DATA TO PROCESS Start Marker
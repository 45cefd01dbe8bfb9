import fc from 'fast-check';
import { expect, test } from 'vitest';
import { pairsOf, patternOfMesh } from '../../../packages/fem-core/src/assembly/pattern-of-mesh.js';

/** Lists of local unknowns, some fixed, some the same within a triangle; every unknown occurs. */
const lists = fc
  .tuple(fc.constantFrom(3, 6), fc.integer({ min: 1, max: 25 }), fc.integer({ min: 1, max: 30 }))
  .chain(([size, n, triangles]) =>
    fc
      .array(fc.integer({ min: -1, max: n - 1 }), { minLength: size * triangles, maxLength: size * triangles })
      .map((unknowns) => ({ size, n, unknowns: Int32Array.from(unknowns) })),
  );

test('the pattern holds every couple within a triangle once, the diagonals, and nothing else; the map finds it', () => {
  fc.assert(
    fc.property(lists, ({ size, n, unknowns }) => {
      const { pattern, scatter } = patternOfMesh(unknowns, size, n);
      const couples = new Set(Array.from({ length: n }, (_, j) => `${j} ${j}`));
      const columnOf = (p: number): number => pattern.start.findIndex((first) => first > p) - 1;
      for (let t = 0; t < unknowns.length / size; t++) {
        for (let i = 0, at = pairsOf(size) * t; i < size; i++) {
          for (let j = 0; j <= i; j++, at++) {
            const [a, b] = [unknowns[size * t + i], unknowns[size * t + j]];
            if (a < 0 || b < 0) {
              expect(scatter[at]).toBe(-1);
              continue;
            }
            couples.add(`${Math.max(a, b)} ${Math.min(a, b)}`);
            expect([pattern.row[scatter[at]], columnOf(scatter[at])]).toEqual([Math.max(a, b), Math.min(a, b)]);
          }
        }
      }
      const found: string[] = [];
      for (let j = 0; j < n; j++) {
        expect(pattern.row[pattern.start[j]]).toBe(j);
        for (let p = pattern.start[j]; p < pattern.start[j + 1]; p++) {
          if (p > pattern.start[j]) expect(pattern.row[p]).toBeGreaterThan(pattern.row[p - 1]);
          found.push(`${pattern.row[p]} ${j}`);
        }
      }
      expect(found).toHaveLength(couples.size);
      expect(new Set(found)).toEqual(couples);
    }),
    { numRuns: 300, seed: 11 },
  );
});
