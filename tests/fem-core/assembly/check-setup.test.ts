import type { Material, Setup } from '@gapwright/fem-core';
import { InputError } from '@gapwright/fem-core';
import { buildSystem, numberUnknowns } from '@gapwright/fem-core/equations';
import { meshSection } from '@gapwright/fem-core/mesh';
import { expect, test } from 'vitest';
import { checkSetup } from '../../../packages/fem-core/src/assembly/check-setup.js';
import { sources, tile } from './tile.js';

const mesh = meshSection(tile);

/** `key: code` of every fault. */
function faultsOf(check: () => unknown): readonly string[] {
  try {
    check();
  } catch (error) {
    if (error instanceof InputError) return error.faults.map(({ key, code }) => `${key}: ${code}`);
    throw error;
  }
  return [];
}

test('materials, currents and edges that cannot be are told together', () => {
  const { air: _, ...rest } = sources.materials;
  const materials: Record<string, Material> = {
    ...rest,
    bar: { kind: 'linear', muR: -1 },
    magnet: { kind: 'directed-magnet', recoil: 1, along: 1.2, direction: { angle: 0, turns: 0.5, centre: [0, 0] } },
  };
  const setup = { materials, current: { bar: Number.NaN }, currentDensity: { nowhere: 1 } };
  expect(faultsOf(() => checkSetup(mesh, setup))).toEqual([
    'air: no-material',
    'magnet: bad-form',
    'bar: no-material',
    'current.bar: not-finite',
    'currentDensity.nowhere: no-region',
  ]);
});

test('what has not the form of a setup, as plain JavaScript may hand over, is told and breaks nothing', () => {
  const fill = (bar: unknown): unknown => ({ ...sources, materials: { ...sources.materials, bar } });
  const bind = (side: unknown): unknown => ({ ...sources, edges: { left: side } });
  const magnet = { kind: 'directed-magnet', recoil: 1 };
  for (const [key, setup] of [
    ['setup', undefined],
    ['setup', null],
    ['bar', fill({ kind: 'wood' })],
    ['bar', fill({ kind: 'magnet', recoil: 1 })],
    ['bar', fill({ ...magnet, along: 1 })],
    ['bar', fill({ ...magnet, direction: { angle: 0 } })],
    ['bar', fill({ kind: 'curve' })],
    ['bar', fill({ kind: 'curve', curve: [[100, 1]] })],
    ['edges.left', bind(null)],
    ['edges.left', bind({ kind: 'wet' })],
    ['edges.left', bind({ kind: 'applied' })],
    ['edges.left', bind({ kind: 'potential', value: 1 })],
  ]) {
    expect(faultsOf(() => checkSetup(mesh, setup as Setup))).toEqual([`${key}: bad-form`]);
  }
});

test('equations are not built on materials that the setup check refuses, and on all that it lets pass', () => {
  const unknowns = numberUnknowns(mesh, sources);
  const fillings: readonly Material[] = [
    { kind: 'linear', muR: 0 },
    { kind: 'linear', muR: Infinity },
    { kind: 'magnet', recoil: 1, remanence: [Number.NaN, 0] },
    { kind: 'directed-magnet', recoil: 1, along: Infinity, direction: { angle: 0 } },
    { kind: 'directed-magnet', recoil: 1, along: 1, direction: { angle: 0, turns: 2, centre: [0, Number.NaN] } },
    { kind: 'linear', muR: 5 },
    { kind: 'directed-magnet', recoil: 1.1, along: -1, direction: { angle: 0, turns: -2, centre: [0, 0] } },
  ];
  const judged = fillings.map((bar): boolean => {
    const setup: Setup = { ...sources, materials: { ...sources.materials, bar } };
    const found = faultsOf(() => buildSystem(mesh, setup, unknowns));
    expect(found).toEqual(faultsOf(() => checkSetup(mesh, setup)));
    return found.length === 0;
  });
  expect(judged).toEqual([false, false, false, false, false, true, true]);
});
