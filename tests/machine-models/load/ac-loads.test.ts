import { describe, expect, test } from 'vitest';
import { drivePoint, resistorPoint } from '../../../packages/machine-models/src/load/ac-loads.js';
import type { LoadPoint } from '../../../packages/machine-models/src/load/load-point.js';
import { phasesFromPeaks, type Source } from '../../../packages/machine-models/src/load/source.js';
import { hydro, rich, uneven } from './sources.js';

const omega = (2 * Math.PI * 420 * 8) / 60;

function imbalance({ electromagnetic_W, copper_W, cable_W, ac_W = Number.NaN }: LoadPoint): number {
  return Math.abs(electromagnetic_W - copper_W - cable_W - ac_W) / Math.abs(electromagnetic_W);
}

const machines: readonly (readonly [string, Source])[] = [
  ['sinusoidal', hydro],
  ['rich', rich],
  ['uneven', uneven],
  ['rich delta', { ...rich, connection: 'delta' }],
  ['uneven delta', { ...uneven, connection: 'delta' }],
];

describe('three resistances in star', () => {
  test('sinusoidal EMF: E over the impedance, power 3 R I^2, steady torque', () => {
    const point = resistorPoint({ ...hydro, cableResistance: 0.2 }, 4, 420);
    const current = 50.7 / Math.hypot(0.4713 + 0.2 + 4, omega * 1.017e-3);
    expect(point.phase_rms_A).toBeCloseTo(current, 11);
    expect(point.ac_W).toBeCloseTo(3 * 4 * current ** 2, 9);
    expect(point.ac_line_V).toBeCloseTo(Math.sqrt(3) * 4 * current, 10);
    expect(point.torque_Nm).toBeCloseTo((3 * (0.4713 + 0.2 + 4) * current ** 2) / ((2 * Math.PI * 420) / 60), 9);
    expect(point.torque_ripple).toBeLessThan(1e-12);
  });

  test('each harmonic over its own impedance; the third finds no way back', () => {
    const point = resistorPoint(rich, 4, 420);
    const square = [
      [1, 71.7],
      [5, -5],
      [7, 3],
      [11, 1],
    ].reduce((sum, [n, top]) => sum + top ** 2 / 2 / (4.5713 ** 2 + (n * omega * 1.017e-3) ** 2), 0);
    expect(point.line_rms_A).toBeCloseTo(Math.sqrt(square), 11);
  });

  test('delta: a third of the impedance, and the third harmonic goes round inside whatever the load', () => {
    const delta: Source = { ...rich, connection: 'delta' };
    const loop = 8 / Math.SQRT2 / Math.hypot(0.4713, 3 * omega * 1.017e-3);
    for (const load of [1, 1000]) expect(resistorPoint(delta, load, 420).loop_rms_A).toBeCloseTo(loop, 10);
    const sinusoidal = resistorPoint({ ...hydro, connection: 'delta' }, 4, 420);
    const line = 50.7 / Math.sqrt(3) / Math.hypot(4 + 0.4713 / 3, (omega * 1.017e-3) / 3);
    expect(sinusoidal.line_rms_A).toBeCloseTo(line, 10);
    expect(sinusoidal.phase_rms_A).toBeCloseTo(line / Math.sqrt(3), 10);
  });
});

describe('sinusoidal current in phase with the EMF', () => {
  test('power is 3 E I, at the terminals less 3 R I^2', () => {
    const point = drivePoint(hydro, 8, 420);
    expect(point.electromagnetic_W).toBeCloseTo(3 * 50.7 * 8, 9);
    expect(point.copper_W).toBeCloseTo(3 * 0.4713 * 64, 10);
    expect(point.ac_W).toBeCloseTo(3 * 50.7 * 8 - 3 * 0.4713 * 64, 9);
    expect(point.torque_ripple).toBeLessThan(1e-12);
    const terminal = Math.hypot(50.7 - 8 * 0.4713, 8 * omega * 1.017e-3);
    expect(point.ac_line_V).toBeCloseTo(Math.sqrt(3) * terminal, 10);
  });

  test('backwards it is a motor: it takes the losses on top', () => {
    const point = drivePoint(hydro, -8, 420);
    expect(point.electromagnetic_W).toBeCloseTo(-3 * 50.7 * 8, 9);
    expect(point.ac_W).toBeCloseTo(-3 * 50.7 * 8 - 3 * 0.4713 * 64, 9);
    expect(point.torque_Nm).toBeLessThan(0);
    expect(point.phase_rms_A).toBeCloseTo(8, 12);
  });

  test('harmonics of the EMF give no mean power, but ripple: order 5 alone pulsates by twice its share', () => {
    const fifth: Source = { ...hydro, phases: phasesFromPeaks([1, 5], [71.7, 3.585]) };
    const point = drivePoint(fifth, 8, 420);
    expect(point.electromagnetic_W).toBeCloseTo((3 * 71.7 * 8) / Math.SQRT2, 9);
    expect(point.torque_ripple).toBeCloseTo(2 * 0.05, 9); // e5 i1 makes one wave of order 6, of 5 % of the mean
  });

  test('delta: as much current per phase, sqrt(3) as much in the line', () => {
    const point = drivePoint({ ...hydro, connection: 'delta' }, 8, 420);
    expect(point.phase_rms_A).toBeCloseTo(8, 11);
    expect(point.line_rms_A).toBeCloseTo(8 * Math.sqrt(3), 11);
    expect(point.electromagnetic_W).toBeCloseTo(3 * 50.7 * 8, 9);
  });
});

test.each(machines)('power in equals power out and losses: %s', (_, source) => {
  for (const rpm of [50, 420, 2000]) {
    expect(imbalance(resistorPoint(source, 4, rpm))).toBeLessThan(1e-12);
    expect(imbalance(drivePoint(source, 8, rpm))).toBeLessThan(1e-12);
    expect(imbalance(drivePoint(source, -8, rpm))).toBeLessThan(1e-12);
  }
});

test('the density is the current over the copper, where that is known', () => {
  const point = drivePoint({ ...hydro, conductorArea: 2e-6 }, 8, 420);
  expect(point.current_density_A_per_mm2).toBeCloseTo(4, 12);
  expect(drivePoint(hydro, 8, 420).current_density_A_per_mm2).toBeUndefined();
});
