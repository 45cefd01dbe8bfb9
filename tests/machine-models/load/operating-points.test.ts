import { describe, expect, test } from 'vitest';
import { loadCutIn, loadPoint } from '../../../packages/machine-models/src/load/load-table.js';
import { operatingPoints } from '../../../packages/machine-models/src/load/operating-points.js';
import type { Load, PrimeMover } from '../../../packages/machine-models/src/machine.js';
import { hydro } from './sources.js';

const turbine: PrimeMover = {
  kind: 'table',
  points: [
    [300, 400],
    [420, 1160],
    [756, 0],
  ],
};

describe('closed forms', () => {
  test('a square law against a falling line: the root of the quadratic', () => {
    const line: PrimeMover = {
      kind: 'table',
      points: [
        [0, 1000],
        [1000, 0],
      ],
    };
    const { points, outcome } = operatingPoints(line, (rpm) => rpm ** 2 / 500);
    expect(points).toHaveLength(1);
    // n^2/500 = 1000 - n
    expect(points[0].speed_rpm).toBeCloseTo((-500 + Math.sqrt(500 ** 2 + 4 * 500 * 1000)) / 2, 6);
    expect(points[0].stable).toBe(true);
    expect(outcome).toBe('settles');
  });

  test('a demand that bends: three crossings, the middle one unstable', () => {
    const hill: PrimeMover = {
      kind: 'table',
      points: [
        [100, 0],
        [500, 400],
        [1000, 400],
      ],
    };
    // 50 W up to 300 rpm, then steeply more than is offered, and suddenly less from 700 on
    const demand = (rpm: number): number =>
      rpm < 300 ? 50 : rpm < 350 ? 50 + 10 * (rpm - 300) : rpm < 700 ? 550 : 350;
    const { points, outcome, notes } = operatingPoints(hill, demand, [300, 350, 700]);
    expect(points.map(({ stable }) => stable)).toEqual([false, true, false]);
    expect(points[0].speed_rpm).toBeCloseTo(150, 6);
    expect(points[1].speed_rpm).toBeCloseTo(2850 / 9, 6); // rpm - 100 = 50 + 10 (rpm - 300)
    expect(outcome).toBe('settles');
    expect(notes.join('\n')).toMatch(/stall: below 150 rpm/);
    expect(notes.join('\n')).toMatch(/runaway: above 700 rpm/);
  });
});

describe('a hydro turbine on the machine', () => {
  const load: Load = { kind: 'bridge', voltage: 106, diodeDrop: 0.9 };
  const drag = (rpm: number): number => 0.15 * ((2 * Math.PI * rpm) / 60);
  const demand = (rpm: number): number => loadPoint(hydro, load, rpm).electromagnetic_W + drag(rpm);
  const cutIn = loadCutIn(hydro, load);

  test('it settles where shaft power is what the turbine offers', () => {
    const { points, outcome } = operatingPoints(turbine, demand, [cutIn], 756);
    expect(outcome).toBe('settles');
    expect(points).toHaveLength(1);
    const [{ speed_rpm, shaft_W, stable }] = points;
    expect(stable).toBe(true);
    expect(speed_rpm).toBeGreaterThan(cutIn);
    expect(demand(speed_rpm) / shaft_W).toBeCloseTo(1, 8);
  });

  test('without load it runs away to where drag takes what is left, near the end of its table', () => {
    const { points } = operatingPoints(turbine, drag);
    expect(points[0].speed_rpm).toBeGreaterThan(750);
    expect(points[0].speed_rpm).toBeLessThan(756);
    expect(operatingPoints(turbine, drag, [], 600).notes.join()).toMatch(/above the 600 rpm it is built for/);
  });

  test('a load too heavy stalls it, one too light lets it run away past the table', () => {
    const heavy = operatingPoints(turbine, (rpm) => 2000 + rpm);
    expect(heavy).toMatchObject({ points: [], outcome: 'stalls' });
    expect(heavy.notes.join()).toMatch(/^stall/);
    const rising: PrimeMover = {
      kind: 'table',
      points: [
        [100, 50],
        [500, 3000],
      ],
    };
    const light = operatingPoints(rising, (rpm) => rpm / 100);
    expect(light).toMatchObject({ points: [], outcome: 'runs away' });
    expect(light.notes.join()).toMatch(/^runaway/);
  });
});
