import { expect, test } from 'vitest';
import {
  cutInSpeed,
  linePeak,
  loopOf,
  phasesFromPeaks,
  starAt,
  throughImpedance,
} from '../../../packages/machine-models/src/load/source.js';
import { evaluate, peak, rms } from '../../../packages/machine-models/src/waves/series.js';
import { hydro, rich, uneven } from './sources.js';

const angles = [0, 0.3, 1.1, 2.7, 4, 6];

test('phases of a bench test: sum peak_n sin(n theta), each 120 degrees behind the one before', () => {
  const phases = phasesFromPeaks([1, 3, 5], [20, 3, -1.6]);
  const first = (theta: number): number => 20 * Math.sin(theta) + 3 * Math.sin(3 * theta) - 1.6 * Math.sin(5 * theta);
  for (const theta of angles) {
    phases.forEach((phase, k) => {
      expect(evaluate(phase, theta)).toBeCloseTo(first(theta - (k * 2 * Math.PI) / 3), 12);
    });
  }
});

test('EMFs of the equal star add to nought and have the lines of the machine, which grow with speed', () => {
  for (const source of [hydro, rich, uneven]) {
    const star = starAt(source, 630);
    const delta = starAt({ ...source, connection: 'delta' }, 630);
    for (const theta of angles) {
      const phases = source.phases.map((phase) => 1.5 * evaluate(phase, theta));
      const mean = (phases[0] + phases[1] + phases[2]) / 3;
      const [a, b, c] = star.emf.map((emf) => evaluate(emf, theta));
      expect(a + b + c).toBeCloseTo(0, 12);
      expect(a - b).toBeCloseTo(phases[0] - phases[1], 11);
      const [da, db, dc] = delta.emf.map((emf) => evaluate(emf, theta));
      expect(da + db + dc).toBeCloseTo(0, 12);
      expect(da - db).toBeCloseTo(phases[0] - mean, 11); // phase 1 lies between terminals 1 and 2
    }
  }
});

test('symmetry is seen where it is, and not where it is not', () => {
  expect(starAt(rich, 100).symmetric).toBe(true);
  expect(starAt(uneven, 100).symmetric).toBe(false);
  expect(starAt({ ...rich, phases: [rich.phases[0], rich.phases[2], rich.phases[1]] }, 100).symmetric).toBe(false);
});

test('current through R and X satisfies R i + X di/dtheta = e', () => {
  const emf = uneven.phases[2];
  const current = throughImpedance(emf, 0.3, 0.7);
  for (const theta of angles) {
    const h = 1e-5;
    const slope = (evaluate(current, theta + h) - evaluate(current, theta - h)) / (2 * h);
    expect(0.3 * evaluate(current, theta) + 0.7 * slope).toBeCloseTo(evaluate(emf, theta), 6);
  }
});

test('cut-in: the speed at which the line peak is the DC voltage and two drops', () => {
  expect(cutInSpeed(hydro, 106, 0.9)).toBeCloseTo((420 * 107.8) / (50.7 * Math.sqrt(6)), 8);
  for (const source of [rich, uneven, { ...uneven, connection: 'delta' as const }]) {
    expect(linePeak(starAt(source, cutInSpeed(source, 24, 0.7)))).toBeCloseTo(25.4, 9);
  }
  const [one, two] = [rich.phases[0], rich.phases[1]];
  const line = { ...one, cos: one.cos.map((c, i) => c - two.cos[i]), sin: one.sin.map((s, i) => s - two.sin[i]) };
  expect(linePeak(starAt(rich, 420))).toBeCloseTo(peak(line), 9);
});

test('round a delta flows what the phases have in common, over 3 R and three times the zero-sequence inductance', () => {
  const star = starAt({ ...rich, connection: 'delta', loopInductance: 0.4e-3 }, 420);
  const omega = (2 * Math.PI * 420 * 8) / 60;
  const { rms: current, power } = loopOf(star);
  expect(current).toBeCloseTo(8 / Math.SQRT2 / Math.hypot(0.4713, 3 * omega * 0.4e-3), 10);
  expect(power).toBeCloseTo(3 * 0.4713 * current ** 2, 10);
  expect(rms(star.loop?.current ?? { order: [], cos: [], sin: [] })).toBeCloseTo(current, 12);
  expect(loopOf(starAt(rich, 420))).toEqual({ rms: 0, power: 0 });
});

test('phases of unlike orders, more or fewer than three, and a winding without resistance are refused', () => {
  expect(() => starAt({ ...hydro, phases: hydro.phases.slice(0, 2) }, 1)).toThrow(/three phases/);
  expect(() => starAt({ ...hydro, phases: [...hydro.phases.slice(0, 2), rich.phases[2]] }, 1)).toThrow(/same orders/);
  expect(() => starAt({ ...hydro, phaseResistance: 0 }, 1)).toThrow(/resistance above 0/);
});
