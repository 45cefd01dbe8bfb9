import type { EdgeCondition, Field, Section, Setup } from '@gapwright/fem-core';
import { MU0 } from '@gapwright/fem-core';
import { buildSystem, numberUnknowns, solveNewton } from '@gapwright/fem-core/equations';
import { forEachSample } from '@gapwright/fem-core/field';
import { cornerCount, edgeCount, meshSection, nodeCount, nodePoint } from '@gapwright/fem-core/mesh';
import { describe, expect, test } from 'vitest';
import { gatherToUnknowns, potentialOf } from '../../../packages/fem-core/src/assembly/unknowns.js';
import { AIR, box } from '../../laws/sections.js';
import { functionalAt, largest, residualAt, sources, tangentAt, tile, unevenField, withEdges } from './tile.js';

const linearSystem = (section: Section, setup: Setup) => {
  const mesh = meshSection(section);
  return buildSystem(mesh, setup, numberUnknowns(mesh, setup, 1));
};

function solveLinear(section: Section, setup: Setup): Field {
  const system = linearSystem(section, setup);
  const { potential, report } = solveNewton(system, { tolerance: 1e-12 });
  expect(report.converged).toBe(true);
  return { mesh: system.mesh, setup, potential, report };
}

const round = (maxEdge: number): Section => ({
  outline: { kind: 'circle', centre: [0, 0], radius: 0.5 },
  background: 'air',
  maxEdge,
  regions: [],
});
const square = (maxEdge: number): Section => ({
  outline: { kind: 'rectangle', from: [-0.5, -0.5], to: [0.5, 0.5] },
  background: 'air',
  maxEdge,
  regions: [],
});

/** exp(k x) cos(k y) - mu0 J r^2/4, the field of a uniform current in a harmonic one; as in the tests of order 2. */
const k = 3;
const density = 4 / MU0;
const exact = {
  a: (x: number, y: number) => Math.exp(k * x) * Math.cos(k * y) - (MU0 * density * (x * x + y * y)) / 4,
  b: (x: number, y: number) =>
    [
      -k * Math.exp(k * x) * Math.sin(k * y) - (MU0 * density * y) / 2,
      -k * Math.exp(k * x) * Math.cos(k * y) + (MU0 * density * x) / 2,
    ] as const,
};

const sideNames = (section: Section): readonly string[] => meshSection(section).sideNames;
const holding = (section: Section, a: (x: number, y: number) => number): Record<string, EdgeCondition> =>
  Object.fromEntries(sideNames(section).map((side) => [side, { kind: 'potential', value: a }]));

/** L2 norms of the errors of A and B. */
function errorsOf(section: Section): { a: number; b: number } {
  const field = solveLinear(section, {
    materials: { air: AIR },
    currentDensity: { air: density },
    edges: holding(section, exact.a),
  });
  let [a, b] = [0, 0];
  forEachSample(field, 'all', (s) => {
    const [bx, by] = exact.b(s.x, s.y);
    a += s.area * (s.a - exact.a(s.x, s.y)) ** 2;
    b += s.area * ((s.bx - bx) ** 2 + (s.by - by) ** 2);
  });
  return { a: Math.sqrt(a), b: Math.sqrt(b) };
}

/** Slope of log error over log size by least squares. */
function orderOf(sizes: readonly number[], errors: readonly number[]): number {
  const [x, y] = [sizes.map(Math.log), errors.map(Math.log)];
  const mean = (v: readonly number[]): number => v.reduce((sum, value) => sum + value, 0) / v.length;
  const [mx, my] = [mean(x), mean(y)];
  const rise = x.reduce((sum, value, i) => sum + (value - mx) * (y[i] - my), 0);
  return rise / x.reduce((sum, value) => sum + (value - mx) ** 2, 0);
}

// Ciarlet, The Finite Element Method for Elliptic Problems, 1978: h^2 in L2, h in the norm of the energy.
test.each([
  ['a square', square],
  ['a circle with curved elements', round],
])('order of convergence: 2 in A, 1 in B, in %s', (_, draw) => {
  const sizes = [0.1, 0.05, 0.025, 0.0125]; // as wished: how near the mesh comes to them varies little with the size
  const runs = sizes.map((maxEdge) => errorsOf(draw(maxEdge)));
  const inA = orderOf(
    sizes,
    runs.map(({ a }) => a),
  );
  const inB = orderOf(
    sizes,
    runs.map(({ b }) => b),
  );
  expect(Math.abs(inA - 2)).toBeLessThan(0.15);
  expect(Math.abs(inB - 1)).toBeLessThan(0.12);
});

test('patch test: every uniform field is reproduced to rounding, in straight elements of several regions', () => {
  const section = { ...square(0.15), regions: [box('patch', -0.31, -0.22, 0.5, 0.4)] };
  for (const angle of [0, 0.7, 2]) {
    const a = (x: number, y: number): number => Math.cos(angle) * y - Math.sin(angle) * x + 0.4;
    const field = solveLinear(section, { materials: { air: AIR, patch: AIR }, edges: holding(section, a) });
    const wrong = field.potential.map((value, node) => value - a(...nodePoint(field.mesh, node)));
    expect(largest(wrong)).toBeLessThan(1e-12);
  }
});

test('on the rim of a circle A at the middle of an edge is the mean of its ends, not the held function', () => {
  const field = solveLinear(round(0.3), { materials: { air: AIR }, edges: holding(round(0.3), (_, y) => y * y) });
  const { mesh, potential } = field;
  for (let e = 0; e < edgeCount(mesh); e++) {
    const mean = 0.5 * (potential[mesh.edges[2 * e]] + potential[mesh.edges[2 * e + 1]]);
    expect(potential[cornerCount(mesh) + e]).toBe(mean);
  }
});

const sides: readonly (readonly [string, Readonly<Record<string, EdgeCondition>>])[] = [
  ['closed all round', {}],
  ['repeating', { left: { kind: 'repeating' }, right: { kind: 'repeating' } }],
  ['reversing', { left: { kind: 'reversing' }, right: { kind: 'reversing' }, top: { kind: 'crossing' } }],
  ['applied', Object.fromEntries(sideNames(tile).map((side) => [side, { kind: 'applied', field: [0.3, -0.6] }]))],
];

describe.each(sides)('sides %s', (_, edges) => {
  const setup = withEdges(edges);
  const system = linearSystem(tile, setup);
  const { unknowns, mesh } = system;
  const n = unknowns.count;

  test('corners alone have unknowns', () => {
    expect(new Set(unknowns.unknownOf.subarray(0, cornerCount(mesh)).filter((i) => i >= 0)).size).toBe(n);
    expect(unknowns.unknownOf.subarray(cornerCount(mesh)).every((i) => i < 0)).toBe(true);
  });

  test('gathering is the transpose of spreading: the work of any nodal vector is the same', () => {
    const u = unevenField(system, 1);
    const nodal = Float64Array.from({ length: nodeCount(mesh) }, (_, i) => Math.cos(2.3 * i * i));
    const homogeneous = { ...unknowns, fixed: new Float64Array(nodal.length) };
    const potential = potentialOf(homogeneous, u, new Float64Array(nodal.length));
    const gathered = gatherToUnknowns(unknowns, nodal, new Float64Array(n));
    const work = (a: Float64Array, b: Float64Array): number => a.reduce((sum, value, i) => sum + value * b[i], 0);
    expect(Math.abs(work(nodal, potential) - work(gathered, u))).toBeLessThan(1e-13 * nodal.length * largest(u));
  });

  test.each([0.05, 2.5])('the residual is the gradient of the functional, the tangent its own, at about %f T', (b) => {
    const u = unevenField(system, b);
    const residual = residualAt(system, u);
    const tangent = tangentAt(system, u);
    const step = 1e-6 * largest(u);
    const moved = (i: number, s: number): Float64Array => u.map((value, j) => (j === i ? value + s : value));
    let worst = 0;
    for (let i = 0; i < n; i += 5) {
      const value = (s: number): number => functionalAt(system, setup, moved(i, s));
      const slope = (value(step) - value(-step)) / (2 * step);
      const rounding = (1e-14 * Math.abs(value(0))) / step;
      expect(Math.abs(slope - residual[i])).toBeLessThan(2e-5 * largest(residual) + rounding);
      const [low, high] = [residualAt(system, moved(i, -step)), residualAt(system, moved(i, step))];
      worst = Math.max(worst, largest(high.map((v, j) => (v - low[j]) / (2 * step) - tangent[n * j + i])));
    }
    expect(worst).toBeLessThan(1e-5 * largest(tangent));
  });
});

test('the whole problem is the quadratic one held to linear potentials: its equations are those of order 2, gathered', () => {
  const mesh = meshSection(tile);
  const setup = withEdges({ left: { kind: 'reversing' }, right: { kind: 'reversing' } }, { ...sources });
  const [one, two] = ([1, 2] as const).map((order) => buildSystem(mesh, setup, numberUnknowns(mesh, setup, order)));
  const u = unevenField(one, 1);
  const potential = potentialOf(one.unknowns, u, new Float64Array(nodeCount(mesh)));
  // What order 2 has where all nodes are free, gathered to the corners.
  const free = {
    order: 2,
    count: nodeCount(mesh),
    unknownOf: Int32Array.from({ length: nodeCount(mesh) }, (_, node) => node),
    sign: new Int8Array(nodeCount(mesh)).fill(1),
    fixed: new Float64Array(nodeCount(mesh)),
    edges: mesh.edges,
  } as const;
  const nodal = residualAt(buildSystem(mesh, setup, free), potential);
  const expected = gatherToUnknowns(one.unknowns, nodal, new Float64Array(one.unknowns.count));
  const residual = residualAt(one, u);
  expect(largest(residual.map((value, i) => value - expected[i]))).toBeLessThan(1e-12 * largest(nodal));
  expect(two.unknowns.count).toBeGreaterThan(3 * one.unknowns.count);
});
DATA TO PROCESS End Marker
* [TASK PROMPT]:
Once you find the line containing "expect(pattern.row[pattern.start[j]]).toBe(j);", stop: reproduce exactly that line and every line of the data before it, and nothing else.

* [SOLUTION TO THIS TASK]:
repository 45cefd01dbe8bfb9
import fc from 'fast-check';
import { expect, test } from 'vitest';
import { pairsOf, patternOfMesh } from '../../../packages/fem-core/src/assembly/pattern-of-mesh.js';

/** Lists of local unknowns, some fixed, some the same within a triangle; every unknown occurs. */
const lists = fc
  .tuple(fc.constantFrom(3, 6), fc.integer({ min: 1, max: 25 }), fc.integer({ min: 1, max: 30 }))
  .chain(([size, n, triangles]) =>
    fc
      .array(fc.integer({ min: -1, max: n - 1 }), { minLength: size * triangles, maxLength: size * triangles })
      .map((unknowns) => ({ size, n, unknowns: Int32Array.from(unknowns) })),
  );

test('the pattern holds every couple within a triangle once, the diagonals, and nothing else; the map finds it', () => {
  fc.assert(
    fc.property(lists, ({ size, n, unknowns }) => {
      const { pattern, scatter } = patternOfMesh(unknowns, size, n);
      const couples = new Set(Array.from({ length: n }, (_, j) => `${j} ${j}`));
      const columnOf = (p: number): number => pattern.start.findIndex((first) => first > p) - 1;
      for (let t = 0; t < unknowns.length / size; t++) {
        for (let i = 0, at = pairsOf(size) * t; i < size; i++) {
          for (let j = 0; j <= i; j++, at++) {
            const [a, b] = [unknowns[size * t + i], unknowns[size * t + j]];
            if (a < 0 || b < 0) {
              expect(scatter[at]).toBe(-1);
              continue;
            }
            couples.add(`${Math.max(a, b)} ${Math.min(a, b)}`);
            expect([pattern.row[scatter[at]], columnOf(scatter[at])]).toEqual([Math.max(a, b), Math.min(a, b)]);
          }
        }
      }
      const found: string[] = [];
      for (let j = 0; j < n; j++) {
        expect(pattern.row[pattern.start[j]]).toBe(j);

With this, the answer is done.